DIRECTIONS
Lines below containing the word "expected" should be copied out.

INFORMATION SHOWN
########################################

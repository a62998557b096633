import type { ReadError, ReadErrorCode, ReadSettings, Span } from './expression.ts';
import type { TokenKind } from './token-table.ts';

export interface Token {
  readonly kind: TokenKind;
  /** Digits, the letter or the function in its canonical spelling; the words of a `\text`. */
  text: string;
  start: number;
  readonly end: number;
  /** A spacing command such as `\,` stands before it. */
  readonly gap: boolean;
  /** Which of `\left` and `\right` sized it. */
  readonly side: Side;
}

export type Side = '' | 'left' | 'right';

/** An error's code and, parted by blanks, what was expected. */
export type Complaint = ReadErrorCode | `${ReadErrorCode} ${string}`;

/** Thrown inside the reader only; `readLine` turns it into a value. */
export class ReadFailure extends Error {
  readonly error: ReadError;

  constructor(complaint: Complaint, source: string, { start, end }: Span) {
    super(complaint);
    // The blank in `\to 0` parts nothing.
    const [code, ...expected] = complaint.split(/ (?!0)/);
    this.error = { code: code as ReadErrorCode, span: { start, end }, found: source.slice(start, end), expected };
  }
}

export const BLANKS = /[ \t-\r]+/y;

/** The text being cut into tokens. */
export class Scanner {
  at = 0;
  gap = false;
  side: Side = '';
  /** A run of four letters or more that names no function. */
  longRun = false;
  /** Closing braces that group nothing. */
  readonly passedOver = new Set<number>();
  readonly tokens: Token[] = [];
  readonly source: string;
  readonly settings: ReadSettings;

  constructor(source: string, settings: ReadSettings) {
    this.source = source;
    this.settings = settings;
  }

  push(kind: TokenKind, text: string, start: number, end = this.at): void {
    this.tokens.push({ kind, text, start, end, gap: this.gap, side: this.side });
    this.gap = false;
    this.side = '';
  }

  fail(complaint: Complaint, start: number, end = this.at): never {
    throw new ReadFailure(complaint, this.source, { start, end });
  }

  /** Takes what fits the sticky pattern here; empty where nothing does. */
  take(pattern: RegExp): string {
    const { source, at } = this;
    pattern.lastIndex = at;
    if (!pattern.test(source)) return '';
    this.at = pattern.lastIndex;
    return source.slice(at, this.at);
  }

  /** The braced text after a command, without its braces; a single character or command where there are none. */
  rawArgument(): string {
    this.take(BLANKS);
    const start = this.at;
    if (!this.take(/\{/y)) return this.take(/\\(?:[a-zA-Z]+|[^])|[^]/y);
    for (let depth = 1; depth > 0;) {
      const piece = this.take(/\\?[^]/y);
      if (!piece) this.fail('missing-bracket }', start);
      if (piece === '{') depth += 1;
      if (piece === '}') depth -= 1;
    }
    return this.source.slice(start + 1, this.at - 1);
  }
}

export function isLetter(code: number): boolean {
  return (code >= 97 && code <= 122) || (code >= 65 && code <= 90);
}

########################################

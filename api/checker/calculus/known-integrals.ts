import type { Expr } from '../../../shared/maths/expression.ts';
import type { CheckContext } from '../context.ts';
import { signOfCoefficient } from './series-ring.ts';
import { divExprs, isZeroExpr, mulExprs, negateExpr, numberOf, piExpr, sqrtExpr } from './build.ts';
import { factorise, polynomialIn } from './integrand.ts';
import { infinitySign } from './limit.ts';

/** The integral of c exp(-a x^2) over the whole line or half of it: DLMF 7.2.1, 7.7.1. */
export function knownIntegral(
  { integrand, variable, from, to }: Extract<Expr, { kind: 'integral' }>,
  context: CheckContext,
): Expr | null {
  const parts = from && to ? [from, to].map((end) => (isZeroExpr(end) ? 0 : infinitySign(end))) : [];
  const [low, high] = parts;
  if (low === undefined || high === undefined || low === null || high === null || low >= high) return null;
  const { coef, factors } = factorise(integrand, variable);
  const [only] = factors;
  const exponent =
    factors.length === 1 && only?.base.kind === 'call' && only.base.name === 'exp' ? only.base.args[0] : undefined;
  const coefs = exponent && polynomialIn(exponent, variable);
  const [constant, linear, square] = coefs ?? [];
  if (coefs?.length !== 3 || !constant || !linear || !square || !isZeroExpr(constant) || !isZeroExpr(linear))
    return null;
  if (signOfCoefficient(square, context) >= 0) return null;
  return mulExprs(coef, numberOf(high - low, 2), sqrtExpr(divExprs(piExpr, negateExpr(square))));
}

########################################

YOUR RESPONSE
/** An error's code and, parted by blanks, what was expected. */
    const [code, ...expected] = complaint.split(/ (?!0)/);
    this.error = { code: code as ReadErrorCode, span: { start, end }, found: source.slice(start, end), expected };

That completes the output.